Namun, rencana tersebut menimbulkan berbagai reaksi di masyarakat, baik yang mendukung maupun yang menentang. Di satu sisi, Wajib Pajak yang selama ini patuh terhadap kewajiban perpajakan mereka merasa dirugikan. Mereka berpendapat bahwa kebijakan ini memberikan kesan bahwa ketidakpatuhan akan tetap mendapat pengampunan di masa mendatang, sehingga meruntuhkan motivasi untuk terus taat membayar pajak. Kekhawatiran lainnya adalah bagaimana pemerintah dapat menjaga tingkat kepercayaan dan loyalitas para Wajib Pajak yang selama ini telah mendukung sistem perpajakan dengan baik.
Di sisi lain, kebijakan ini menjadi angin segar bagi Wajib Pajak yang belum patuh. Dengan adanya tax amnesty jilid III, mereka dapat melaporkan harta yang sebelumnya tidak diungkap tanpa perlu khawatir dikenakan sanksi berat. Dalam skema ini, Wajib Pajak cukup melaporkan total aset yang dimiliki dan membayar pajak terutang atas harta tersebut, sehingga beban perpajakan mereka menjadi jauh lebih ringan dibandingkan jika dikenakan sanksi administratif maupun pidana sesuai aturan yang berlaku.
Bagi pemerintah, tax amnesty jilid III dianggap sebagai langkah strategis untuk meningkatkan penerimaan negara dalam waktu singkat. Kebijakan ini dinilai mampu mengumpulkan dana secara signifikan yang sangat dibutuhkan untuk mendukung pembiayaan Anggaran Pendapatan dan Belanja Negara (APBN). Terlebih lagi, pemerintah sedang menghadapi tantangan besar dalam membiayai berbagai program prioritas nasional. Salah satu program tersebut adalah program makan siang gratis yang digagas oleh Presiden Prabowo Subianto. Program ini membutuhkan anggaran yang tidak sedikit dan harus didukung oleh pendapatan pajak yang memadai.

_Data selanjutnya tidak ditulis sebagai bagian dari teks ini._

/**
 * Configuration: read once from the environment, validated at boot, typed. Nothing else reads process.env.
 */
import { z } from 'zod';

const flag = z
  .enum(['true', 'false', '1', '0'])
  .transform((v) => v === 'true' || v === '1');

export const configSchema = z.object({
  /** PostgreSQL connection string; without it the service runs on an embedded PGlite database */
  DATABASE_URL: z.string().url().optional(),
  PORT: z.coerce.number().int().min(0).max(65535).default(3000),
  HOST: z.string().default('127.0.0.1'),
  /** Folder of the embedded database */
  LEADLINE_DATA_DIR: z.string().default('./data'),
  /** Bootstrap token for the first admin of a fresh deployment */
  LEADLINE_ADMIN_TOKEN: z.string().min(24, 'LEADLINE_ADMIN_TOKEN must be at least 24 characters').optional(),
  /** Seed the invented demo scenario when the database is empty (default: on for the embedded database) */
  LEADLINE_DEMO_SEED: flag.optional(),
  /** Chromium used for PDF reports (never downloaded) */
  LEADLINE_CHROMIUM_PATH: z.string().default('/usr/bin/chromium'),
  /** Largest accepted request body [bytes] */
  LEADLINE_BODY_LIMIT: z.coerce.number().int().min(1024).default(256 * 1024),
  /** Pool size for PostgreSQL */
  LEADLINE_DB_POOL: z.coerce.number().int().min(1).max(100).default(10),
  /** Behind a reverse proxy: take the client address from X-Forwarded-For (the failed-auth limit counts per address) */
  LEADLINE_TRUST_PROXY: flag.default(false),
  LOG_LEVEL: z.enum(['fatal', 'error', 'warn', 'info', 'debug', 'trace', 'silent']).default('info'),
});

export type AppConfig = z.output<typeof configSchema>;

/** Validates an environment; throws one readable error listing every bad variable. */
export function loadConfig(env: Record<string, string | undefined>): AppConfig {
  const cleaned = Object.fromEntries(Object.entries(env).filter(([, v]) => v !== undefined && v !== ''));
  const parsed = configSchema.safeParse(cleaned);
  if (!parsed.success) {
    const lines = parsed.error.issues.map((i) => `  ${i.path.join('.')}: ${i.message}`);
    throw new Error(`invalid configuration:\n${lines.join('\n')}`);
  }
  return parsed.data;
}

export const APP_CONFIG = Symbol('APP_CONFIG');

Selain itu, tax amnesty jilid III juga diharapkan dapat memperluas basis pajak di masa depan. Dengan melibatkan lebih banyak Wajib Pajak yang selama ini belum terdaftar atau belum melaporkan kewajiban perpajakan mereka secara penuh, pemerintah berharap dapat meningkatkan kepatuhan pajak jangka panjang. Namun, tantangan utamanya adalah memastikan bahwa kebijakan ini tidak menciptakan persepsi bahwa pemerintah terlalu lunak terhadap ketidakpatuhan pajak, yang pada akhirnya dapat melemahkan sistem perpajakan secara keseluruhan.
Di tengah pro dan kontra yang muncul, pemerintah perlu merancang strategi komunikasi yang efektif untuk menjelaskan tujuan utama dari kebijakan ini. Selain itu, penguatan sistem pengawasan dan penegakan hukum di bidang perpajakan juga harus menjadi prioritas agar tax amnesty jilid III tidak disalahgunakan oleh pihak-pihak yang ingin menghindari kewajiban perpajakan di masa depan.